● WHAT IS EXPECTED
All lines below containing the string "center" are to be copied.

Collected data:
BEGIN

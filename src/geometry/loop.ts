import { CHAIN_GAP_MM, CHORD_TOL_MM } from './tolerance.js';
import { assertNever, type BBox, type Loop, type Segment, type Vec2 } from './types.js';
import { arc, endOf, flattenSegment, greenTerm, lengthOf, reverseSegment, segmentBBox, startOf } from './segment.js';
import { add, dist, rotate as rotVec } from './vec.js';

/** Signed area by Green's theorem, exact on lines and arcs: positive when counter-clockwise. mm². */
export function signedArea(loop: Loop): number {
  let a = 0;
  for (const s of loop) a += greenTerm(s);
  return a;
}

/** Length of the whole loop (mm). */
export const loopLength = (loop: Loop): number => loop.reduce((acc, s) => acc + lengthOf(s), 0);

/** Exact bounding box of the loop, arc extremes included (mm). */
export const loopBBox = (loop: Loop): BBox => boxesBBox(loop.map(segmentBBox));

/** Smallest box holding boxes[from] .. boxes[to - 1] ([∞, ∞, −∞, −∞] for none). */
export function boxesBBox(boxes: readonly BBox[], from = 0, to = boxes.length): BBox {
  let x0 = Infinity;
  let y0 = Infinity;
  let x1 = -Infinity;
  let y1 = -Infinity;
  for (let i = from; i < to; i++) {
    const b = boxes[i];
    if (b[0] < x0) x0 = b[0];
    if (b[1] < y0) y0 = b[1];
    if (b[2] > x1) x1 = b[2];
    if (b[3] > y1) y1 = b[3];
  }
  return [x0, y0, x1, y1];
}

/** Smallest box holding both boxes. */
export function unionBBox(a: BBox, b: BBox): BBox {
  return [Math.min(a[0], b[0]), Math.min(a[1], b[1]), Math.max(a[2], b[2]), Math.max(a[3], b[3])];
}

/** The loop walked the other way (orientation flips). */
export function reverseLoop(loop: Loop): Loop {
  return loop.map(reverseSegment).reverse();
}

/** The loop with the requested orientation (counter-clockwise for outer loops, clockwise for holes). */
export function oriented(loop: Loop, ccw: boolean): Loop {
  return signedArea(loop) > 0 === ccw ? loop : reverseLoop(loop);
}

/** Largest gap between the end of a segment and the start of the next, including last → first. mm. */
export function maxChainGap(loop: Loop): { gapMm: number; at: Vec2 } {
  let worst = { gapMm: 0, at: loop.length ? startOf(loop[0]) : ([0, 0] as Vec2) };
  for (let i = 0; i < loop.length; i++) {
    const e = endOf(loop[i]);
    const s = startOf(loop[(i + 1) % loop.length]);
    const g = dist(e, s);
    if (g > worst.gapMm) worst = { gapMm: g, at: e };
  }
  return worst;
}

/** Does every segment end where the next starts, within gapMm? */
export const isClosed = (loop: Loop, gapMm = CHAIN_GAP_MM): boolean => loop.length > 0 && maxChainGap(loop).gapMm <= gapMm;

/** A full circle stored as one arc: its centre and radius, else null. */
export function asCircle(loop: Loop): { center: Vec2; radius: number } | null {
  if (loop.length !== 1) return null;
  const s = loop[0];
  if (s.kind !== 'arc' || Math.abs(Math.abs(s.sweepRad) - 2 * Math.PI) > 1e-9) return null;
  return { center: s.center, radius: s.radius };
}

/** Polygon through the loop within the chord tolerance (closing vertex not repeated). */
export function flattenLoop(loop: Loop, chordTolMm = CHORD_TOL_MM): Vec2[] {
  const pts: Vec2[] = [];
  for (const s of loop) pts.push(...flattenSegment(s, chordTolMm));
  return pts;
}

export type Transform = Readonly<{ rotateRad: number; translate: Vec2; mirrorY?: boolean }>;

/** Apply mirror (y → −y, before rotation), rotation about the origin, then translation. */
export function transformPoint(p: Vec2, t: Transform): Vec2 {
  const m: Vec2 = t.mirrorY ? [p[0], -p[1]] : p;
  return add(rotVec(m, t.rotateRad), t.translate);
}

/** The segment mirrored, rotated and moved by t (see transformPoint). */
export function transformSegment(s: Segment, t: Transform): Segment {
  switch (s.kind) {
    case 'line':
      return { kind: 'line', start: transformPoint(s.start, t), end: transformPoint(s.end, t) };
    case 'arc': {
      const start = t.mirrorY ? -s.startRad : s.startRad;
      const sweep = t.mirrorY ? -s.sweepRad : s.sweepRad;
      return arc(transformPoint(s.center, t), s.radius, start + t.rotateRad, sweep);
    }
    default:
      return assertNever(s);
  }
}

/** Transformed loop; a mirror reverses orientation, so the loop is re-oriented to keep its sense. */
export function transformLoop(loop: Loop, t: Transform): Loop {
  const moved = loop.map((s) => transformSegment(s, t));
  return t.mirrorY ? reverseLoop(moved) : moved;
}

END

● SOLUTION TO THIS TASK
export function asCircle(loop: Loop): { center: Vec2; radius: number } | null {
  return { center: s.center, radius: s.radius };
      return arc(transformPoint(s.center, t), s.radius, start + t.rotateRad, sweep);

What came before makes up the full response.